Dewe dalam bahasa Jawa artinya sendiri atau seorang diri. Kata ini termasuk bahasa ngoko yang sangat sering dipakai dalam percakapan sehari-hari masyarakat Jawa Tengah, Jawa Timur, dan Yogyakarta, baik untuk menunjukkan kesendirian maupun kepemilikan pribadi.

Apa Itu “Dewe”? Penjelasan Lengkap

Secara harfiah, dewe berarti “sendiri” atau “seorang diri” dalam bahasa Indonesia. Kata ini termasuk ragam ngoko yang lumrah dipakai dalam percakapan santai sehari-hari. Untuk ragam krama, biasanya dipakai kata “piyambak” yang memiliki arti serupa namun lebih halus dan sopan.

Selain berarti “sendiri”, kata “dewe” juga sering muncul dalam frasa gabungan seperti “awake dewe” yang berarti “kita” atau “diri kita sendiri”, serta “dewe-dewe” yang berarti “sendiri-sendiri” atau masing-masing secara terpisah. Penggunaan “dewe” ini menunjukkan fleksibilitas kata dalam bahasa Jawa ngoko, yang bisa berubah makna tergantung konteks dan kata yang menyertainya.

Contoh Penggunaan dalam Kalimat

Berikut beberapa contoh kalimat yang memakai kata “dewe”:

1. “Aku mangkat sekolah dewe.” — Aku berangkat sekolah sendiri.
2. “Aku ning kene dewe, kancaku wis mulih.” — Aku di sini sendirian, temanku sudah pulang.
3. “Awake dewe kudu kompak yen arep sukses.” — Kita harus kompak kalau ingin sukses.

Dari contoh-contoh tersebut terlihat bahwa “dewe” bisa berarti sendirian secara harfiah, atau berubah makna menjadi “kita” ketika digabung dengan kata “awake”.

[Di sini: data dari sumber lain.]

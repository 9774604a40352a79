"""Shared fixtures for the computed-geometry tests: a private cache folder and one pool of workers."""

from __future__ import annotations

import pytest

from notelsp.compute import GeometryPool


@pytest.fixture(autouse=True)
def private_cache(tmp_path, monkeypatch):
    """Every test gets an empty cache folder, so results never leak between tests."""
    folder = tmp_path / "xdg-cache"
    monkeypatch.delenv("NOTELSP_CACHE_DIR", raising=False)
    monkeypatch.setenv("XDG_CACHE_HOME", str(folder))
    return folder / "notelsp" / "computed"


@pytest.fixture(scope="session")
def pool():
    """Worker processes shared by the tests (each worker imports tblite once); no cache, so every test computes."""
    with GeometryPool(use_cache=False) as shared:
        yield shared
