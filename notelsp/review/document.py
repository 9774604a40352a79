"""Review a whole document: scan it, analyse each species, run the rules.

Pure: text in, a :class:`DocumentReview` out.  The findings of one annotation
depend only on its own text and the settings, so they are cached by that text
(position-free) and shifted into place; a species is analysed once per
process by the analyser's own cache.
"""

from __future__ import annotations

from bisect import bisect_left, bisect_right
from dataclasses import dataclass
from functools import cache, cached_property, lru_cache
from typing import Any, Literal

from ..notation import scan
from ..notation.model import Annotation, ScannedDocument, Span
from ..positions import LineIndex
from .findings import Finding, Fix
from .settings import Settings

DocumentKind = Literal["markdown", "text"]


@dataclass(frozen=True)
class DocumentReview:
    text: str
    scanned: ScannedDocument
    findings: tuple[Finding, ...]

    @cached_property
    def line_index(self) -> LineIndex:
        return LineIndex(self.text)

    @property
    def annotations(self) -> tuple[Annotation, ...]:
        return self.scanned.annotations

    def analyses_of(self, annotation: Annotation) -> tuple[Any, ...]:
        return analyses_of(annotation)

    @cached_property
    def _annotation_starts(self) -> list[int]:
        return [annotation.span.start for annotation in self.scanned.annotations]

    @cached_property
    def _finding_starts(self) -> list[int]:
        return [finding.span.start for finding in self.findings]

    @cached_property
    def _longest_finding(self) -> int:
        return max((finding.span.end - finding.span.start for finding in self.findings), default=0)

    def annotation_at(self, offset: int) -> Annotation | None:
        """The first annotation (in document order) whose span holds ``offset``, ends included."""
        annotations = self.scanned.annotations
        # Annotations are sorted by start and do not overlap: only the last two starting at or before
        # ``offset`` can hold it, and of those the earlier wins when both touch it.
        last = bisect_right(self._annotation_starts, offset) - 1
        for annotation in annotations[max(last - 1, 0) : last + 1]:
            if annotation.span.start <= offset <= annotation.span.end:
                return annotation
        return None

    def findings_in(self, span: Span) -> tuple[Finding, ...]:
        """Findings whose range overlaps ``span`` (touching counts, so empty ranges are found)."""
        # Findings are sorted by start; none is longer than the longest, which bounds where to look.
        first = bisect_left(self._finding_starts, span.start - self._longest_finding)
        stop = bisect_right(self._finding_starts, span.end)
        return tuple(f for f in self.findings[first:stop] if f.span.start <= span.end and span.start <= f.span.end)


def kind_of_path(path: str) -> DocumentKind:
    return "text" if path.lower().endswith(".txt") else "markdown"


@cache
def _chemistry() -> Any:
    """The analyser and the rules, imported once on first use (numpy and the isomer tables
    are not needed to start a server, only to review)."""
    from .. import chem
    from . import rules

    return chem, rules


def analyses_of(annotation: Annotation) -> tuple[Any, ...]:
    analyse = _chemistry()[0].analyse
    return tuple(analyse(formula) for formula in annotation.formulas)


def review_text(text: str, kind: DocumentKind = "markdown", settings: Settings | None = None) -> DocumentReview:
    settings = settings or Settings()
    scanned = scan(text, kind)
    findings: list[Finding] = []
    for annotation in scanned.annotations:
        findings.extend(review_annotation(text, annotation, settings))
    for error in scanned.errors:
        findings.extend(_notation_error_findings(error, settings))
    findings.sort(key=lambda f: (f.span.start, f.span.end, f.code))
    return DocumentReview(text, scanned, tuple(findings))


def forget_cached_results() -> None:
    """Empty the review path's result caches (parses, placed annotations, findings, remembered documents).

    For tests and benchmarks that need a review computed afresh; species analyses keep their own cache.
    """
    from ..notation import markdown, scanner, transform

    caches = (_cached_review, _placed_review, transform.parse_body, scanner._segment_annotations, scanner._block_annotation)
    for cached in caches:
        cached.cache_clear()
    markdown.forget_documents()


def review_annotation(text: str, annotation: Annotation, settings: Settings) -> tuple[Finding, ...]:
    """Findings of one annotation, from the position-free cache."""
    start = annotation.span.start
    return _placed_review(text[start : annotation.span.end], start, annotation.form, settings, _Keyed(annotation))


# Findings remembered at their exact place too: in an edited document everything before
# the edit is found here unshifted.  About two large documents' worth of annotations.
@lru_cache(maxsize=8192)
def _placed_review(source: str, start: int, form: str, settings: Settings, keyed: "_Keyed") -> tuple[Finding, ...]:
    relative = _cached_review(source, form, settings, keyed)
    return tuple(_shift(finding, start) for finding in relative)


class _Keyed:
    """Carries the annotation into the cached call without being part of its key."""

    __slots__ = ("annotation",)

    def __init__(self, annotation: Annotation) -> None:
        self.annotation = annotation

    def __hash__(self) -> int:
        return 0

    def __eq__(self, other: object) -> bool:
        return isinstance(other, _Keyed)


@lru_cache(maxsize=20_000)
def _cached_review(source: str, form: str, settings: Settings, keyed: _Keyed) -> tuple[Finding, ...]:
    annotation = keyed.annotation
    rules = _chemistry()[1]
    analyses = analyses_of(annotation)
    found: list[Finding] = []
    targets = [None, *annotation.claims]
    for claim in targets:
        for rule in rules.rules_for(claim):
            if not settings.enabled(rule.code):
                continue
            context = rules.RuleContext(rule, annotation, claim, analyses, settings)
            found.extend(rule.check(context))
    return tuple(_shift(finding, -annotation.span.start) for finding in found)


def _notation_error_findings(error: Any, settings: Settings) -> list[Finding]:
    rule = _chemistry()[1].RULES.get(error.code)
    if rule is None or not settings.enabled(rule.code):
        return []
    fixes = (Fix(f"Replace with '{error.suggestion}'", error.span, error.suggestion),) if error.suggestion else ()
    return [Finding(rule.code, settings.severity_of(rule), error.message, error.span, "", None, fixes)]


def _shift(finding: Finding, delta: int) -> Finding:
    if delta == 0:
        return finding
    fixes = tuple(Fix(f.title, f.span.shifted(delta), f.replacement) for f in finding.fixes)
    return Finding(
        finding.code,
        finding.severity,
        finding.message,
        finding.span.shifted(delta),
        finding.formula,
        finding.claim,
        fixes,
    )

Kata Terkait / Sinonim dalam Bahasa Jawa

Kata yang semakna dengan “dewe” dalam ragam krama adalah “piyambak”. Sementara frasa “dewe-dewe” berarti sendiri-sendiri, dan “awake dewe” berarti kita atau diri kita bersama.

Penutup

Itulah penjelasan mengenai arti kata “dewe” dalam bahasa Jawa beserta contoh penggunaannya. Kata sederhana ini menunjukkan betapa kayanya makna dalam bahasa Jawa sehari-hari.